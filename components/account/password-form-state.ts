/*
 * What the change-password action hands back. No values are echoed: every field is a password, and
 * React clearing the form after a submit is what should happen to them.
 */

export interface PasswordFormState {
  status: 'idle' | 'saved' | 'failed';
  message: string | null;
  fieldErrors: Record<string, string[]>;
}

export const idlePasswordFormState: PasswordFormState = { status: 'idle', message: null, fieldErrors: {} };
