import type { TrendMonthDto } from '@/lib/complaints/trending';

/*
 * Complaints per million units shipped, month by month: a bar per month, the month's upper limit as
 * a dashed tick across its bar, and a month above its limit drawn as a hatched red bar with
 * "signal" written over it (shape and words, not colour alone). Months without units on record get
 * "no units" instead of a bar. The same figures follow as a table for screen readers and print.
 */

const width = 720;
const height = 280;
const left = 56;
const right = 16;
const top = 28;
const bottom = 52;

const count = new Intl.NumberFormat('en-US');
const rate = (v: number | null) => (v === null ? '—' : v.toFixed(2));

function niceMax(value: number): number {
  if (value <= 0) return 1;
  const magnitude = 10 ** Math.floor(Math.log10(value));
  const step = [1, 2, 2.5, 5, 10].find((s) => s * magnitude >= value) ?? 10;
  return step * magnitude;
}

export function TrendChart({ months }: { months: TrendMonthDto[] }) {
  const peak = Math.max(0, ...months.flatMap((m) => [m.ratePerMillion ?? 0, m.upperLimit ?? 0]));
  const yMax = niceMax(peak * 1.1);
  const band = (width - left - right) / Math.max(1, months.length);
  const barWidth = Math.max(3, Math.min(36, band * 0.6));
  const x = (i: number) => left + band * i + band / 2;
  const y = (v: number) => top + (1 - v / yMax) * (height - top - bottom);
  const labelEvery = Math.ceil(months.length / 12);
  const ticks = [0, 0.25, 0.5, 0.75, 1].map((f) => f * yMax);
  const signals = months.filter((m) => m.signal);
  const noUnits = months.filter((m) => m.ratePerMillion === null);

  return (
    <figure className="flex flex-col gap-3">
      <svg viewBox={`0 0 ${width} ${height}`} className="h-auto w-full rounded-md border border-ink-200 bg-white" aria-hidden="true">
        <defs>
          <pattern id="trend-signal-hatch" width="6" height="6" patternUnits="userSpaceOnUse" patternTransform="rotate(45)">
            <rect width="6" height="6" fill="#a4281d" />
            <line x1="0" y1="0" x2="0" y2="6" stroke="#fbe8e5" strokeWidth="2" />
          </pattern>
        </defs>
        <text x={left} y={16} fontSize="12" fontWeight="bold" fill="#14212d">
          Complaints per million units shipped
        </text>
        {ticks.map((t) => (
          <g key={t}>
            <line x1={left} x2={width - right} y1={y(t)} y2={y(t)} stroke={t === 0 ? '#6f7f8e' : '#e8edf1'} />
            <text x={left - 6} y={y(t) + 4} fontSize="11" fill="#3b4d5f" textAnchor="end">
              {Number.isInteger(t) ? t : Number(t.toFixed(2))}
            </text>
          </g>
        ))}
        {months.map((m, i) => {
          const cx = x(i);
          const showLabel = i % labelEvery === 0 || i === months.length - 1;
          const [mon, year] = m.label.split(' ');
          return (
            <g key={m.month}>
              {m.ratePerMillion === null ? (
                <text x={cx} y={y(0) - 6} fontSize="10" fill="#5b6b7a" textAnchor="middle" writingMode={band < 40 ? 'tb' : undefined}>
                  no units
                </text>
              ) : (
                <rect
                  x={cx - barWidth / 2}
                  y={y(m.ratePerMillion)}
                  width={barWidth}
                  height={Math.max(m.ratePerMillion > 0 ? 1 : 0, y(0) - y(m.ratePerMillion))}
                  fill={m.signal ? 'url(#trend-signal-hatch)' : '#1f4f8f'}
                />
              )}
              {m.upperLimit !== null ? (
                <g>
                  {/* a white casing keeps the limit visible across a hatched red bar */}
                  <line x1={cx - band / 2 + 2} x2={cx + band / 2 - 2} y1={y(m.upperLimit)} y2={y(m.upperLimit)} stroke="#ffffff" strokeWidth="4" />
                  <line x1={cx - band / 2 + 2} x2={cx + band / 2 - 2} y1={y(m.upperLimit)} y2={y(m.upperLimit)} stroke="#a4281d" strokeWidth="2" strokeDasharray="4 3" />
                </g>
              ) : null}
              {m.signal && m.ratePerMillion !== null ? (
                <text x={cx} y={y(m.ratePerMillion) - 6} fontSize="11" fontWeight="bold" fill="#a4281d" textAnchor="middle">
                  signal
                </text>
              ) : null}
              {showLabel ? (
                <>
                  <text x={cx} y={height - bottom + 16} fontSize="11" fill="#1c2b39" textAnchor="middle">
                    {mon}
                  </text>
                  {i === 0 || mon === 'Jan' ? (
                    <text x={cx} y={height - bottom + 30} fontSize="10" fill="#3b4d5f" textAnchor="middle">
                      {year}
                    </text>
                  ) : null}
                </>
              ) : null}
              {band >= 24 ? (
                <text x={cx} y={height - 6} fontSize="10" fill="#3b4d5f" textAnchor="middle">
                  {m.complaints}
                </text>
              ) : null}
            </g>
          );
        })}
        {band >= 24 ? (
          <text x={left - 6} y={height - 6} fontSize="10" fill="#3b4d5f" textAnchor="end">
            count
          </text>
        ) : null}
      </svg>
      <figcaption className="text-sm text-ink-700">
        Bars: complaints received in the month per million units shipped from the lots made that month. Red dashes: the month’s upper limit, ū + 3√(ū/n)
        over the previous six months with units on record (u-chart, Montgomery, <cite>Introduction to Statistical Quality Control</cite>). Numbers under
        the months: complaints received.{' '}
        {signals.length === 0
          ? 'No month is above its limit.'
          : `${signals.length} month${signals.length === 1 ? '' : 's'} above the limit (hatched, marked “signal”): ${signals.map((m) => m.label).join(', ')}.`}{' '}
        {noUnits.length > 0 ? `${noUnits.length} month${noUnits.length === 1 ? ' has' : 's have'} no units shipped on record, so no rate.` : ''}
      </figcaption>
      <details className="rounded-md border border-ink-200 bg-white p-3">
        <summary className="min-h-11 cursor-pointer py-2 font-semibold">The chart as a table</summary>
        <div className="overflow-x-auto">
          <table className="mt-2 w-full min-w-[40rem] text-left text-sm">
            <caption className="sr-only">Complaints per month with units shipped, rate per million, limit and signal</caption>
            <thead>
              <tr className="border-b border-ink-200">
                <th scope="col" className="py-1 pr-3">Month</th>
                <th scope="col" className="py-1 pr-3 text-right">Complaints</th>
                <th scope="col" className="py-1 pr-3 text-right">Units shipped (lots made)</th>
                <th scope="col" className="py-1 pr-3 text-right">Per million</th>
                <th scope="col" className="py-1 pr-3 text-right">Upper limit</th>
                <th scope="col" className="py-1">Note</th>
              </tr>
            </thead>
            <tbody>
              {months.map((m) => (
                <tr key={m.month} className="border-b border-ink-100">
                  <th scope="row" className="py-1 pr-3 font-normal whitespace-nowrap">
                    {m.label}
                  </th>
                  <td className="py-1 pr-3 text-right tabular-nums">{m.complaints}</td>
                  <td className="py-1 pr-3 text-right tabular-nums">{count.format(m.units)}</td>
                  <td className="py-1 pr-3 text-right tabular-nums">{rate(m.ratePerMillion)}</td>
                  <td className="py-1 pr-3 text-right tabular-nums">{rate(m.upperLimit)}</td>
                  <td className="py-1">
                    {m.signal ? <strong className="text-danger-700">Signal. </strong> : null}
                    {m.note ?? '—'}
                  </td>
                </tr>
              ))}
            </tbody>
          </table>
        </div>
      </details>
    </figure>
  );
}
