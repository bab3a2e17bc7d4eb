import 'server-only';
import { asc, eq } from 'drizzle-orm';
import type { DbOrTx, Tx } from '../../db/client';
import { capaActions, capas } from '../../db/schema';
import { capaGuardRefusals, capaMachine } from '../../workflows/capa';
import type { CapaState } from '../../workflows/states';
import { type Notice, type Recipient, activeUsers, activeUsersWithRole, sendNotice } from '../mail/record-notice';
import { type EvidenceDigest, listEvidenceDigests } from '../records/facts';
import { type RecordActor, defineRecordKind, independentPeople } from '../records/kind';
import { type CapaSource, capaEventLabels, capaStateLabels } from './labels';
import { mailEffectivenessReviewLinks } from './review-links';

/*
 * CAPAs on the write path: who edits the plan (its owner), who reassigns it, who completes an action
 * (its owner), who may not approve the plan or judge its effectiveness (the owner, whoever opened
 * it, the action owners and whoever completed an action), what each signature covers, and mail.
 * Nothing else in the product restates these rules.
 */

export type CapaRow = typeof capas.$inferSelect;

export interface CapaDto {
  id: number;
  number: string;
  status: CapaState;
  version: number;
  title: string;
  sourceType: CapaSource;
  sourceId: number | null;
  problemStatement: string;
  rootCause: string | null;
  effectivenessCriteria: string | null;
  /** JSON text of the recurrence criterion (lib/capa/schemas.ts), or null. */
  recurrenceCriterion: string | null;
  effectivenessResult: 'effective' | 'not_effective' | null;
  effectivenessNote: string | null;
  cancelReason: string | null;
  ownerId: number;
  createdBy: number;
  planRound: number;
  actionsPlanned: number;
  actionsOpen: number;
  /** ISO 8601, UTC. */
  dueAt: string | null;
  effectivenessDueAt: string | null;
  actionsCompletedAt: string | null;
  planApprovedAt: string | null;
  effectivenessOpenedAt: string | null;
  closedAt: string | null;
  createdAt: string;
  updatedAt: string;
}

const iso = (d: Date | null) => d?.toISOString() ?? null;

export function toCapaDto(row: CapaRow): CapaDto {
  return {
    id: row.id,
    number: row.number,
    status: row.status,
    version: row.version,
    title: row.title,
    sourceType: row.sourceType,
    sourceId: row.sourceId,
    problemStatement: row.problemStatement,
    rootCause: row.rootCause,
    effectivenessCriteria: row.effectivenessCriteria,
    recurrenceCriterion: row.recurrenceCriterion,
    effectivenessResult: row.effectivenessResult,
    effectivenessNote: row.effectivenessNote,
    cancelReason: row.cancelReason,
    ownerId: row.ownerId,
    createdBy: row.createdBy,
    planRound: row.planRound,
    actionsPlanned: row.actionsPlanned,
    actionsOpen: row.actionsOpen,
    dueAt: iso(row.dueAt),
    effectivenessDueAt: iso(row.effectivenessDueAt),
    actionsCompletedAt: iso(row.actionsCompletedAt),
    planApprovedAt: iso(row.planApprovedAt),
    effectivenessOpenedAt: iso(row.effectivenessOpenedAt),
    closedAt: iso(row.closedAt),
    createdAt: row.createdAt.toISOString(),
    updatedAt: row.updatedAt.toISOString(),
  };
}

/**
 * Columns whose every change is audited (21 CFR 11.10(e)). The action counters are left out: they
 * follow from the action changes, which are audited themselves, field by field.
 */
export const capaAuditFields = [
  'title',
  'sourceType',
  'sourceId',
  'problemStatement',
  'rootCause',
  'effectivenessCriteria',
  'recurrenceCriterion',
  'effectivenessResult',
  'effectivenessNote',
  'cancelReason',
  'ownerId',
  'createdBy',
  'planRound',
  'dueAt',
  'effectivenessDueAt',
  'actionsCompletedAt',
  'planApprovedAt',
  'effectivenessOpenedAt',
  'closedAt',
] as const satisfies readonly (keyof CapaRow)[];

export type CapaActionRow = typeof capaActions.$inferSelect;

/** What the CAPA's rules read beyond its row: every action of every round, and the files on it. */
export interface CapaFacts {
  actions: CapaActionRow[];
  evidence: EvidenceDigest[];
}

async function capaFacts(dbOrTx: DbOrTx, row: CapaRow): Promise<CapaFacts> {
  const [actions, evidence] = await Promise.all([
    dbOrTx.select().from(capaActions).where(eq(capaActions.capaId, row.id)).orderBy(asc(capaActions.id)),
    listEvidenceDigests(dbOrTx, 'capa', row.id),
  ]);
  return { actions, evidence };
}

const currentRound = (row: CapaRow, facts: CapaFacts) => facts.actions.filter((a) => a.round === row.planRound);
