import { Notice } from '@/components/ui/notice';
import type { Fishbone, FishboneBranch } from '@/lib/causes';

/*
 * The cause-and-effect view of one defect. On a wide screen it is drawn as a fishbone: three
 * branches above the spine, three below, the defect at the head. Below the lg breakpoint (a
 * portrait tablet) the same markup is a plain list of six sections. The spine is decoration; the
 * structure a screen reader hears is headings and lists, in the order the branches are named.
 */

export interface CauseMapDefect {
  name: string;
}

function Branch({ branch, position }: { branch: FishboneBranch; position: 'top' | 'bottom' }) {
  const headingId = `branch-${branch.branch}`;
  const edge = position === 'top' ? 'lg:border-b-4' : 'lg:border-t-4';
  return (
    <section
      aria-labelledby={headingId}
      className={`flex flex-col gap-2 rounded-lg border border-ink-200 border-l-4 border-l-brass-600 bg-white p-4 lg:border-l lg:border-l-ink-200 ${edge} lg:border-brass-600`}
    >
      <div>
        <h3 id={headingId} className="text-lg font-semibold text-ink-900">
          {branch.label}{' '}
          <span className="text-sm font-normal text-ink-600">
            ({branch.causes.length} {branch.causes.length === 1 ? 'cause' : 'causes'})
          </span>
        </h3>
        <p className="text-sm text-ink-600">{branch.question}</p>
      </div>
      {branch.causes.length === 0 ? (
        <p className="text-ink-600">No usual causes listed on this branch. Consider it anyway.</p>
      ) : (
        <ul className="flex flex-col gap-3">
          {branch.causes.map((c) => (
            <li key={c.id} className="border-t border-ink-100 pt-2 first:border-t-0 first:pt-0">
              <p className="text-ink-900">{c.cause}</p>
              <p className="mt-1 text-sm text-ink-700">
                <span className="font-semibold">Check: </span>
                {c.check}
              </p>
              <p className="mt-1 text-xs text-ink-500">
                {c.basis === 'from memory' ? 'Value from memory of shell makers’ literature; confirm with your supplier' : 'Common practice'}
              </p>
            </li>
          ))}
        </ul>
      )}
    </section>
  );
}

export function CauseMap({ defect, fishbone }: { defect: CauseMapDefect; fishbone: Fishbone }) {
  const top = fishbone.branches.slice(0, 3);
  const bottom = fishbone.branches.slice(3);
  return (
    <div className="flex flex-col gap-5">
      {fishbone.cautions.length > 0 ? (
        <div className="flex flex-col gap-2">
          {fishbone.cautions.map((c) => (
            <Notice key={c.id} tone={c.id === 'quarantine' ? 'danger' : 'warn'} title="Caution" live={false}>
              {c.text}
            </Notice>
          ))}
        </div>
      ) : null}
      <p className="text-ink-700">
        Starting points for the investigation of <strong>{defect.name.toLowerCase()}</strong>, grouped on the six
        cause-and-effect branches. They are usual causes on a semi-automatic filler, not conclusions: confirm each with
        evidence.
      </p>
      <div className="grid grid-cols-1 gap-4 lg:grid-cols-3">
        {top.map((b) => (
          <Branch key={b.branch} branch={b} position="top" />
        ))}
      </div>
      <div aria-hidden="true" className="hidden items-center gap-0 lg:flex">
        <div className="h-1.5 flex-1 rounded-l bg-brass-600" />
        <div className="h-0 w-0 border-y-[14px] border-l-[20px] border-y-transparent border-l-brass-600" />
        <div className="ml-2 rounded-md bg-ink-900 px-4 py-2 font-semibold text-white">{defect.name}</div>
      </div>
      <div className="grid grid-cols-1 gap-4 lg:grid-cols-3">
        {bottom.map((b) => (
          <Branch key={b.branch} branch={b} position="bottom" />
        ))}
      </div>
    </div>
  );
}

#####

• _What this task involves_:
State the number of lines in the records that contain the string "inferSelect", and nothing more.

• _Your solution_:
2